**MATERIAL SUPPLIED**.

■ ■ ■ ■ ■ ■ ■

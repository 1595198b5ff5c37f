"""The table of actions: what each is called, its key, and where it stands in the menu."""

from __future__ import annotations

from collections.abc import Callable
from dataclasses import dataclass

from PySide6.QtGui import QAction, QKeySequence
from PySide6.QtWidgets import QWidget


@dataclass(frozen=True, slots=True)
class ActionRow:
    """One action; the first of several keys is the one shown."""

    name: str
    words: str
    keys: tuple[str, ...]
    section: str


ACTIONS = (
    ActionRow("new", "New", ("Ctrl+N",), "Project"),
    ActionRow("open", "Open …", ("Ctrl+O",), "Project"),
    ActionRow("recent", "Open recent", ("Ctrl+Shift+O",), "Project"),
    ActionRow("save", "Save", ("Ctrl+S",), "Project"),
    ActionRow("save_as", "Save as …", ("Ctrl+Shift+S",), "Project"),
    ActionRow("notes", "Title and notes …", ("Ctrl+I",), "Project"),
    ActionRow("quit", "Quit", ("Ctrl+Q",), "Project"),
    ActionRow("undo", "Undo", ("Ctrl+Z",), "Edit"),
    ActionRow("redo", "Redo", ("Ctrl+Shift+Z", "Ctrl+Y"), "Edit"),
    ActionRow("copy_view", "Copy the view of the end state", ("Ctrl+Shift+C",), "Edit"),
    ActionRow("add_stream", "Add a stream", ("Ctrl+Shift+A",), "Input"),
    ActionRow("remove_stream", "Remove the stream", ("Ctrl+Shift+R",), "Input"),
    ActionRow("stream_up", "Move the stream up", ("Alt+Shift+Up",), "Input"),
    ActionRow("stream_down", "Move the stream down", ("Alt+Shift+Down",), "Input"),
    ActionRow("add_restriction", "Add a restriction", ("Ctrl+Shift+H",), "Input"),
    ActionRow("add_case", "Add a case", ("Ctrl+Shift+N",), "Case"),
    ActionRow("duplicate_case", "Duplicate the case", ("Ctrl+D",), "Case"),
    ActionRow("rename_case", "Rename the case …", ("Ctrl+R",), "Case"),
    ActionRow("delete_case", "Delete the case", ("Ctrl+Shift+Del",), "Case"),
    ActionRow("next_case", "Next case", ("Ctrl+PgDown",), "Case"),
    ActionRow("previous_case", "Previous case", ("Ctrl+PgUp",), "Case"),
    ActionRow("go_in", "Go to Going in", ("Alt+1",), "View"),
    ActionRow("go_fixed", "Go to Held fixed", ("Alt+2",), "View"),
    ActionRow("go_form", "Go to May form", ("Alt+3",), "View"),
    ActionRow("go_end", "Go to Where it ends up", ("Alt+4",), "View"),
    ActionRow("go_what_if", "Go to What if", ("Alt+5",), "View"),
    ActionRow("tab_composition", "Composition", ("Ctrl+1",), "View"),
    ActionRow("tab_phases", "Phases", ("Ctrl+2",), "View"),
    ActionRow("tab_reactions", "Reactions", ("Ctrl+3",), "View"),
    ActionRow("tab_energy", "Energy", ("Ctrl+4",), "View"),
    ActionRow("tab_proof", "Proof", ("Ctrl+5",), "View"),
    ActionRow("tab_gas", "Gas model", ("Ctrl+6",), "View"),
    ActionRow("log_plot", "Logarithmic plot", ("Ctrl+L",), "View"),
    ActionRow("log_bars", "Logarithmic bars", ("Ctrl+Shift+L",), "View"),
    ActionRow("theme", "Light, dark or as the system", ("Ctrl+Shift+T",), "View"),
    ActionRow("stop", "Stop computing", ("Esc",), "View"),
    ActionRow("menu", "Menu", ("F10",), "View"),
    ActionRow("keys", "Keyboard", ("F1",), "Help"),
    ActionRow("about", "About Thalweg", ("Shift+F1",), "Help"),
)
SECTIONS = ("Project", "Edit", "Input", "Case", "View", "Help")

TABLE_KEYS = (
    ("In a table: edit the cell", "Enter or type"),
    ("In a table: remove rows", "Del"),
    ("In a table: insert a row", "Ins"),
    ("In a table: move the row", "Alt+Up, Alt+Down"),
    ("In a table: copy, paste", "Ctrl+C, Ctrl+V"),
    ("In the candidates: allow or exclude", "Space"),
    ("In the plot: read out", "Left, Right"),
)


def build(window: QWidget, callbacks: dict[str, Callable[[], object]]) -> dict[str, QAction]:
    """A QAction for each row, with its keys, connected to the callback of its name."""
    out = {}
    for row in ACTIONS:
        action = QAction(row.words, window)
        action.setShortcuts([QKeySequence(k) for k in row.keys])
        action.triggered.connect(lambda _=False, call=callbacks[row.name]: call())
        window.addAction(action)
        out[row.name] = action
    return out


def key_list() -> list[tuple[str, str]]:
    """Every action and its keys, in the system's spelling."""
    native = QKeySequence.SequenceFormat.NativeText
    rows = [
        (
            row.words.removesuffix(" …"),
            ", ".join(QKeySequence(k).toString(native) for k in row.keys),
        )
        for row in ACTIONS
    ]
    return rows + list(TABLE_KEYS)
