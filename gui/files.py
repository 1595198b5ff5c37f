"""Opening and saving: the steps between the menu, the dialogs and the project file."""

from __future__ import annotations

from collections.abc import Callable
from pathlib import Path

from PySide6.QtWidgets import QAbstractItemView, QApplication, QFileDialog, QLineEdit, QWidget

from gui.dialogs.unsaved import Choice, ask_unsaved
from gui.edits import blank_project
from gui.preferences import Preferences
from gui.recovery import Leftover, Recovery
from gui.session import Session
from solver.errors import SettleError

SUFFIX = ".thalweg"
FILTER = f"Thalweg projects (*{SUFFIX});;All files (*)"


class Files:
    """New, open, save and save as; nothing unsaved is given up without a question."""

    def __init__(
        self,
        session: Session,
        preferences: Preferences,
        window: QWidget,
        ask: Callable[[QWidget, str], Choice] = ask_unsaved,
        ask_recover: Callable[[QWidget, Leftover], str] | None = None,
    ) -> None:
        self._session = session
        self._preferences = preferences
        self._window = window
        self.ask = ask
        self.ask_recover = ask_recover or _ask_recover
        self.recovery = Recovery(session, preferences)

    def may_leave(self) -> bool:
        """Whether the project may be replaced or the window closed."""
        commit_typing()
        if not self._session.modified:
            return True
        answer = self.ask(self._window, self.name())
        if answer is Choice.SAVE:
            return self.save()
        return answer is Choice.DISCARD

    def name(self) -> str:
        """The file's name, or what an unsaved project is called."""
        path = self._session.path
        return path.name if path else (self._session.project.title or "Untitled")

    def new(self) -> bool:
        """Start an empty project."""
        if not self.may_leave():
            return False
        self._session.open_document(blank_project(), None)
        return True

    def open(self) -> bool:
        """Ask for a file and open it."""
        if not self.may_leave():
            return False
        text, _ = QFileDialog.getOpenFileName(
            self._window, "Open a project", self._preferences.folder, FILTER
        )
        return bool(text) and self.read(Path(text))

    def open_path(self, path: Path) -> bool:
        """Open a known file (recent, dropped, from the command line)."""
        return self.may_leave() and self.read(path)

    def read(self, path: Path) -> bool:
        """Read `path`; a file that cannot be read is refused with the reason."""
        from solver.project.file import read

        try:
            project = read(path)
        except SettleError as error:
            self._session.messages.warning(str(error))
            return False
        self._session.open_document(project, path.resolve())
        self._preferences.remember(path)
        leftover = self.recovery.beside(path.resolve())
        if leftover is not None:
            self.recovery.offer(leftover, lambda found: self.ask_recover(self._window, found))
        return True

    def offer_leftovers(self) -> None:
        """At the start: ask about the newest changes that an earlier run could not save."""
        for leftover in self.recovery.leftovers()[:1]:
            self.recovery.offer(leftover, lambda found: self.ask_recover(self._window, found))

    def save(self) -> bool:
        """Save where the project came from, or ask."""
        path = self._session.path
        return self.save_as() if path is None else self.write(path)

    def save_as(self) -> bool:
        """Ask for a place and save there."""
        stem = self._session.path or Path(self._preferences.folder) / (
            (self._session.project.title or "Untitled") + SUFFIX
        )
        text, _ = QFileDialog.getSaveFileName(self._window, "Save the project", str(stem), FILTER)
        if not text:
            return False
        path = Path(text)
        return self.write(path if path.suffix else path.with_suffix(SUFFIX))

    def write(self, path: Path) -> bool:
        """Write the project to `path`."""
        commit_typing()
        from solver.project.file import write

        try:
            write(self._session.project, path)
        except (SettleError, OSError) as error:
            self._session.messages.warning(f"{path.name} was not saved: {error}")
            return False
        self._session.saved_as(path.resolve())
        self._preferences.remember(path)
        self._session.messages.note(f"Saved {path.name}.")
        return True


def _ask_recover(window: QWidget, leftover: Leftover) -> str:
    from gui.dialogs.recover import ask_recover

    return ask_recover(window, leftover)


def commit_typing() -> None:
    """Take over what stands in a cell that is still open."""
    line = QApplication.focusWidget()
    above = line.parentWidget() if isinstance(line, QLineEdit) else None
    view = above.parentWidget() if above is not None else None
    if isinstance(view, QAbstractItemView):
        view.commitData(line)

■ ■ ■ ■ ■ ■ ■

**WHAT IS BEING ASKED**. Repeat the line containing "return self.save_as() if" and all subsequent lines through the final line of the data, exactly and with no others.

**TASK RESPONSE**.
        return self.save_as() if path is None else self.write(path)

    def save_as(self) -> bool:
        """Ask for a place and save there."""
        stem = self._session.path or Path(self._preferences.folder) / (
            (self._session.project.title or "Untitled") + SUFFIX
        )
        text, _ = QFileDialog.getSaveFileName(self._window, "Save the project", str(stem), FILTER)
        if not text:
            return False
        path = Path(text)
        return self.write(path if path.suffix else path.with_suffix(SUFFIX))

    def write(self, path: Path) -> bool:
        """Write the project to `path`."""
        commit_typing()
        from solver.project.file import write

        try:
            write(self._session.project, path)
        except (SettleError, OSError) as error:
            self._session.messages.warning(f"{path.name} was not saved: {error}")
            return False
        self._session.saved_as(path.resolve())
        self._preferences.remember(path)
        self._session.messages.note(f"Saved {path.name}.")
        return True


def _ask_recover(window: QWidget, leftover: Leftover) -> str:
    from gui.dialogs.recover import ask_recover

    return ask_recover(window, leftover)


def commit_typing() -> None:
    """Take over what stands in a cell that is still open."""
    line = QApplication.focusWidget()
    above = line.parentWidget() if isinstance(line, QLineEdit) else None
    view = above.parentWidget() if above is not None else None
    if isinstance(view, QAbstractItemView):
        view.commitData(line)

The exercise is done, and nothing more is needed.